In the entries below, the lines from the one with "levels coincide. */" through the one with "const first = line[start] as LevelRef;" are to be copied exactly; both ends count.

» SUPPLIED ENTRIES
* * * * * * *

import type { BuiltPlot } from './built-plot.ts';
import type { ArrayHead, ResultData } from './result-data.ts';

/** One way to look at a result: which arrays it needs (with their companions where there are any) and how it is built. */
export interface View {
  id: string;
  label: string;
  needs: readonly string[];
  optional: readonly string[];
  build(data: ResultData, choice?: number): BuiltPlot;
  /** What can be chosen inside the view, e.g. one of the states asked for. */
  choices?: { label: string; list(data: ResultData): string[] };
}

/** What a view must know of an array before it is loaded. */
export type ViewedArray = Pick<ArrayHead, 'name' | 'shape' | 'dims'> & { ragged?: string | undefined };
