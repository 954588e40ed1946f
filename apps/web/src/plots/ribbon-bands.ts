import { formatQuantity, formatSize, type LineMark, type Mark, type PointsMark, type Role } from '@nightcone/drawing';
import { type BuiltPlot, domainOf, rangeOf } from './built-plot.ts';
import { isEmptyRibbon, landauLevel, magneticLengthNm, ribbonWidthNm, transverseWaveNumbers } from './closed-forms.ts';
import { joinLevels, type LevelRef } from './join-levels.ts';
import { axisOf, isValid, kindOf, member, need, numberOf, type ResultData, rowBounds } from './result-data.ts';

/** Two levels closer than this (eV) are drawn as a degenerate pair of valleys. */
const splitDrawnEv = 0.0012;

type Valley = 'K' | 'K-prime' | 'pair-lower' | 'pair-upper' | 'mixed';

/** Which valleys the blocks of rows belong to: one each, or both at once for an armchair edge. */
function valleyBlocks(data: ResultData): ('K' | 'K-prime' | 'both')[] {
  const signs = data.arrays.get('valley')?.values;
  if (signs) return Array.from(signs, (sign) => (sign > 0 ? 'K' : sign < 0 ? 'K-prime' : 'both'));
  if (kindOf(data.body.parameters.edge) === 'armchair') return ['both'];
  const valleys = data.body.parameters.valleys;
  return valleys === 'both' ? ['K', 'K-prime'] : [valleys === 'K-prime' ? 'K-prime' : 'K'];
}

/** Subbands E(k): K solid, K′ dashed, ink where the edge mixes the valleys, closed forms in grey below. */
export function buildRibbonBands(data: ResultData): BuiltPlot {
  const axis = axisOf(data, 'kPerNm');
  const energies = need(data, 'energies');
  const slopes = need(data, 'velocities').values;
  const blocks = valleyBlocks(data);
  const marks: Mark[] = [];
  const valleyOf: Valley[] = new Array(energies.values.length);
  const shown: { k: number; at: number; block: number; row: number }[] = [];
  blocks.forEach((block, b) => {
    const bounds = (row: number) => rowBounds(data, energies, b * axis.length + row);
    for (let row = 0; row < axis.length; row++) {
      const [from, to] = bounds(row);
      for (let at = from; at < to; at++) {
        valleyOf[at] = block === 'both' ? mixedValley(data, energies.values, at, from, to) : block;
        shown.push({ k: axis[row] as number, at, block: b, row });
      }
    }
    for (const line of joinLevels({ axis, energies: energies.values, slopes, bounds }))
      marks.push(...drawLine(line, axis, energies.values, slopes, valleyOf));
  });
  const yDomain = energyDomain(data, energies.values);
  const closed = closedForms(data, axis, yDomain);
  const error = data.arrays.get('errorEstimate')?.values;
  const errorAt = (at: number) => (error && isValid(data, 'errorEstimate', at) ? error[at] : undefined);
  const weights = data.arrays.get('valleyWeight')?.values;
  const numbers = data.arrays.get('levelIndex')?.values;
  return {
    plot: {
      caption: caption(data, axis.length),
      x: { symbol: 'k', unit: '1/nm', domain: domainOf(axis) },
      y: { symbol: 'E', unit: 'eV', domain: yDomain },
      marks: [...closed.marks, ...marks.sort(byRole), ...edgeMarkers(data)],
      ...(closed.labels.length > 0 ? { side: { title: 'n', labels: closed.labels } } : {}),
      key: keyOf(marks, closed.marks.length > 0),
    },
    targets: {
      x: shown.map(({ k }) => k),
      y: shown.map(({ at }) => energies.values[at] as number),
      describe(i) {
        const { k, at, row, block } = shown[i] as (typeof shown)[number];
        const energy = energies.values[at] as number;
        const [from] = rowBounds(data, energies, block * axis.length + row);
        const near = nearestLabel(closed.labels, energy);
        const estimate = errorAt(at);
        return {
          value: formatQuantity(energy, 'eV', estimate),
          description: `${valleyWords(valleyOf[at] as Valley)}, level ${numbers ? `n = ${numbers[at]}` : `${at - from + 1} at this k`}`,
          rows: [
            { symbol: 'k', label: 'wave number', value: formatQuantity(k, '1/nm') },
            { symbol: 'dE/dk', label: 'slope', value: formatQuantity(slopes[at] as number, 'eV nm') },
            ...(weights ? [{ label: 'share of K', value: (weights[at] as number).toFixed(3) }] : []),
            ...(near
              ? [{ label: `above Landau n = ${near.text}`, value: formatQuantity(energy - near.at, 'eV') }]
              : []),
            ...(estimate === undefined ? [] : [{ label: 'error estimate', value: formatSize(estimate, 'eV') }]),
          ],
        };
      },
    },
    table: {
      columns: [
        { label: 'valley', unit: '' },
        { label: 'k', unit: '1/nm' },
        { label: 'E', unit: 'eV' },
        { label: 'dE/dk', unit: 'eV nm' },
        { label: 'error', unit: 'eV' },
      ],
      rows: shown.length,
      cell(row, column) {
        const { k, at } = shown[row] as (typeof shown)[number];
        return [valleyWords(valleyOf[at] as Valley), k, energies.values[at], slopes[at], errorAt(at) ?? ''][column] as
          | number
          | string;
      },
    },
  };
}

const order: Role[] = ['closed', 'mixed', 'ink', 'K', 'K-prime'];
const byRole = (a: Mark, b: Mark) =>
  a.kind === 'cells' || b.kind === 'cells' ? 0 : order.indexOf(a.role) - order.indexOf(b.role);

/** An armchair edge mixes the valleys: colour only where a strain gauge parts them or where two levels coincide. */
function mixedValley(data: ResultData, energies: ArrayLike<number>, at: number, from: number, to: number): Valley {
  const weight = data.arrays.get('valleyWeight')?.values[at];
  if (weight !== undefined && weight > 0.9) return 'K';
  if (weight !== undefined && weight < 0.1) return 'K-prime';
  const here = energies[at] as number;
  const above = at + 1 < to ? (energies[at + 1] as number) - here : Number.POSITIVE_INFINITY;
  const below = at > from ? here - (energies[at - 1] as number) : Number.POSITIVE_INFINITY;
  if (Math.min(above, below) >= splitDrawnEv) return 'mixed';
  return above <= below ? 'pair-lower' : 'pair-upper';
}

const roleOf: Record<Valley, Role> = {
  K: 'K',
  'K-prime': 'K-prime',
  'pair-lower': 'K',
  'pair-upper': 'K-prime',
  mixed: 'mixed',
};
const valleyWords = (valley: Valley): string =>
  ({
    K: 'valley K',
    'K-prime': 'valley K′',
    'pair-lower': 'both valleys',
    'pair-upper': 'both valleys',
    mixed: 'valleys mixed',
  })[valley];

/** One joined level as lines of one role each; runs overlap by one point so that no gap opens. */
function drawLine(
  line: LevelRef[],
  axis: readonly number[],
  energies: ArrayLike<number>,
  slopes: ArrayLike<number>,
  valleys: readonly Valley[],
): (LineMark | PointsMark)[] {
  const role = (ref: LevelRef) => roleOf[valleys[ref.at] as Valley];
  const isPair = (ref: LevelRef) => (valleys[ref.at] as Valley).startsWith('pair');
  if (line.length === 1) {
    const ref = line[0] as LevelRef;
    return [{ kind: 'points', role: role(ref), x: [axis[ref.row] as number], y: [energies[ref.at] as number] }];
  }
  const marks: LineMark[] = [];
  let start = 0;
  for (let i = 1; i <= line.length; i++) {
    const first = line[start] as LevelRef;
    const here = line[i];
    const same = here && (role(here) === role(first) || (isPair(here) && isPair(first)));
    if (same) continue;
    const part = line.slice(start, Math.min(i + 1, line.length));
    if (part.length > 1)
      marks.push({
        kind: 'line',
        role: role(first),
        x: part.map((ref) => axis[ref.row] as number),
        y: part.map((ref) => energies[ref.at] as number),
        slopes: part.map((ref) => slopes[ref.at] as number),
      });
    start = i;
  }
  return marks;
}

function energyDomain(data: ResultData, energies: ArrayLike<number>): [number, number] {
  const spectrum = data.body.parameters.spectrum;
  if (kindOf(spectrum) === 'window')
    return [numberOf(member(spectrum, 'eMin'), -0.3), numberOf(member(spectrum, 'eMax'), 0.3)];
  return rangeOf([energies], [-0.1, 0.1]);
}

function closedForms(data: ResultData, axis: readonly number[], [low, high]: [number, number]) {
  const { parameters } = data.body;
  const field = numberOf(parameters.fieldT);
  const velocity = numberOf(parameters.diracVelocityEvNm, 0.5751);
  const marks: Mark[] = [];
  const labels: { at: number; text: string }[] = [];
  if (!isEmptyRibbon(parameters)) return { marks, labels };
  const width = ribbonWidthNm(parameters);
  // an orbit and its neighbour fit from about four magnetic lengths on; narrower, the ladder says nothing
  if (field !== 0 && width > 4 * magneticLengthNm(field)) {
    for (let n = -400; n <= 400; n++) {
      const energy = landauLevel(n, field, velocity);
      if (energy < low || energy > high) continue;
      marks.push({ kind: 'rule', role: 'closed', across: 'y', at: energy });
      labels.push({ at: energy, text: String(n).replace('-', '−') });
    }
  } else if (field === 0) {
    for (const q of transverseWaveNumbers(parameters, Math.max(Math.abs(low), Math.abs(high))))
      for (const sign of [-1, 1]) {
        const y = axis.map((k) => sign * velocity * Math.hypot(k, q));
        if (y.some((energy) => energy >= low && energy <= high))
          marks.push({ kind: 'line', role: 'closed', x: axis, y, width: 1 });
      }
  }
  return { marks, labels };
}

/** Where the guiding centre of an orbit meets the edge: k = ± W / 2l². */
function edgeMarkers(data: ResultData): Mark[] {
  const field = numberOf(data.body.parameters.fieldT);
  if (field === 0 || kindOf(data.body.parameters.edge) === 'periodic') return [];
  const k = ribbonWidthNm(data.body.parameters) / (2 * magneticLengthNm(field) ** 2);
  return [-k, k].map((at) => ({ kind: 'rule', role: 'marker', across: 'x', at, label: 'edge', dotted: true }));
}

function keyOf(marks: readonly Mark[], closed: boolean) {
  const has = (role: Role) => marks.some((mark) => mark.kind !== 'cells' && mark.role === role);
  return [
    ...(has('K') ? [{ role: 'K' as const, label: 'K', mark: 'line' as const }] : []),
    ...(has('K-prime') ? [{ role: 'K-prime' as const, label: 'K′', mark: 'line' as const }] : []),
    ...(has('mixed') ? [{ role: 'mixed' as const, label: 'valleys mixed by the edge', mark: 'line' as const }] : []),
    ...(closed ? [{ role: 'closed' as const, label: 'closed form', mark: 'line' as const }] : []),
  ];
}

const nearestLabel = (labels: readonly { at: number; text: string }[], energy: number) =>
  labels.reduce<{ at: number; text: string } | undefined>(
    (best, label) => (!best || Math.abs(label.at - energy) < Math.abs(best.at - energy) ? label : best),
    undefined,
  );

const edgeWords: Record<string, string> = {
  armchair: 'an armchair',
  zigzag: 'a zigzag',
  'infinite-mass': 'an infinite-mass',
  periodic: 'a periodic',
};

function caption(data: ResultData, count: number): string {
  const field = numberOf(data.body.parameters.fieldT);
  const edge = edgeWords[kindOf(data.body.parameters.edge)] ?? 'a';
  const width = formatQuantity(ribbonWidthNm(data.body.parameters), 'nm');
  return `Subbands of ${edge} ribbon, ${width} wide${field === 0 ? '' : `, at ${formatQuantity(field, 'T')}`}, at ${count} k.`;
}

* * * * * * *

» EXERCISE RESULT
/** An armchair edge mixes the valleys: colour only where a strain gauge parts them or where two levels coincide. */
function mixedValley(data: ResultData, energies: ArrayLike<number>, at: number, from: number, to: number): Valley {
  const weight = data.arrays.get('valleyWeight')?.values[at];
  if (weight !== undefined && weight > 0.9) return 'K';
  if (weight !== undefined && weight < 0.1) return 'K-prime';
  const here = energies[at] as number;
  const above = at + 1 < to ? (energies[at + 1] as number) - here : Number.POSITIVE_INFINITY;
  const below = at > from ? here - (energies[at - 1] as number) : Number.POSITIVE_INFINITY;
  if (Math.min(above, below) >= splitDrawnEv) return 'mixed';
  return above <= below ? 'pair-lower' : 'pair-upper';
}

const roleOf: Record<Valley, Role> = {
  K: 'K',
  'K-prime': 'K-prime',
  'pair-lower': 'K',
  'pair-upper': 'K-prime',
  mixed: 'mixed',
};
const valleyWords = (valley: Valley): string =>
  ({
    K: 'valley K',
    'K-prime': 'valley K′',
    'pair-lower': 'both valleys',
    'pair-upper': 'both valleys',
    mixed: 'valleys mixed',
  })[valley];

/** One joined level as lines of one role each; runs overlap by one point so that no gap opens. */
function drawLine(
  line: LevelRef[],
  axis: readonly number[],
  energies: ArrayLike<number>,
  slopes: ArrayLike<number>,
  valleys: readonly Valley[],
): (LineMark | PointsMark)[] {
  const role = (ref: LevelRef) => roleOf[valleys[ref.at] as Valley];
  const isPair = (ref: LevelRef) => (valleys[ref.at] as Valley).startsWith('pair');
  if (line.length === 1) {
    const ref = line[0] as LevelRef;
    return [{ kind: 'points', role: role(ref), x: [axis[ref.row] as number], y: [energies[ref.at] as number] }];
  }
  const marks: LineMark[] = [];
  let start = 0;
  for (let i = 1; i <= line.length; i++) {
    const first = line[start] as LevelRef;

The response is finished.